Establish Boundaries

When building a fence, you must make sure that it does not extend into any neighboring property — but how are you supposed to know where your yard ends and the neighbors’ begins? Building a fence, or anything for that matter, on property that doesn’t belong to you can cause tension in the neighborhood, and possibly even result in a legal dispute. Fortunately, there are a variety of ways you can make sure that your fence stays within your property line, and that your neighbors stay happy!

  1. Most county assessor’s offices will have an official website, some of which will feature mapping tools for all real estate in the region. You can find your property (and its boundary lines) on this map feature, as well as landmarks to help you measure properly. From there you can use a tape measure to find your property lines. You can also go directly to the assessor’s office where they can provide you with a physical copy of a regional map.

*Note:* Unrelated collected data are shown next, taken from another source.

async function planIndex(propertyId: number, trx: Knex): Promise<PlanIndex> {
  const fenceRows = await trx('fence_lines').where({ property_id: propertyId }).orderBy('id').select('id', 'name', 'status', 'length_m');
  const fences: PlanIndex['fences'] = new Map(
    fenceRows.map((row, i) => [row.id as number, { id: row.id, no: i + 1, name: row.name, status: row.status, lengthM: row.length_m }]),
  );
  const crossingRows: { id: number; fence_line_id: number; chainage_m: number; lon: number; lat: number; style: string | null }[] = await trx('crossings')
    .where({ property_id: propertyId })
    .orderBy([{ column: 'fence_line_id' }, { column: 'chainage_m' }, { column: 'id' }])
    .select('id', 'fence_line_id', 'chainage_m', 'lon', 'lat', 'design_style as style');
  const crossings: PlanIndex['crossings'] = new Map();
  const alongFence = new Map<number, number>();
  for (const row of crossingRows) {
    const no = (alongFence.get(row.fence_line_id) ?? 0) + 1;
    alongFence.set(row.fence_line_id, no);
    const fenceNo = fences.get(row.fence_line_id)?.no ?? 0;
    crossings.set(row.id, { id: row.id, fenceLineId: row.fence_line_id, tag: `F${fenceNo} X${no}`, style: row.style, position: [row.lon, row.lat] });
  }
  return { fences, crossings };
}

function rowToItem(row: ItemRow & { state_by_name: string | null }, index: PlanIndex): WorkOrderItem {
  const crossing = row.crossing_id === null ? undefined : index.crossings.get(row.crossing_id);
  const fenceLineId = crossing ? crossing.fenceLineId : row.fence_line_id!;
  const fence = index.fences.get(fenceLineId)!;
  return {
    id: row.id,
    kind: crossing ? 'crossing' : 'fence-line',
    fenceLineId,
    fenceName: fence.name,
    fenceStatus: fence.status,
    crossingId: crossing?.id ?? null,
    label: crossing ? `Crossing ${crossing.tag} on ${fence.name}` : `Fence line F${fence.no} ${fence.name}`,
    style: crossing?.style ?? null,
    lengthM: crossing ? null : fence.lengthM,
    position: crossing?.position ?? null,
    state: row.state,
    note: row.note,
    stateByName: row.state_by_name,
    stateAt: row.state_at,
  };
}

  2. Still have your deed lying around (you should!)? It contains detailed descriptions about your property, including measurements from certain landmarks. Similarly to utilizing your county assessor, once you find the measurements, use your tape measure and mark each corner of the property line.
  3. Along with your deed, you should have a property survey that was given to you when you purchased your home. It has even more specific measurements, like the distance from the home to the property lines and to the street.
  4. If you have misplaced such documents, don’t have the time to do the measuring yourself or just simply don’t want to do it, hire a surveyor. They will perform all the measurements and can point out where the property lines are. Make sure you are present when they are surveying so they can show you exactly where your property ends and the neighbor’s begins. The cost of this work will depend on where you live, and the value and size of your property.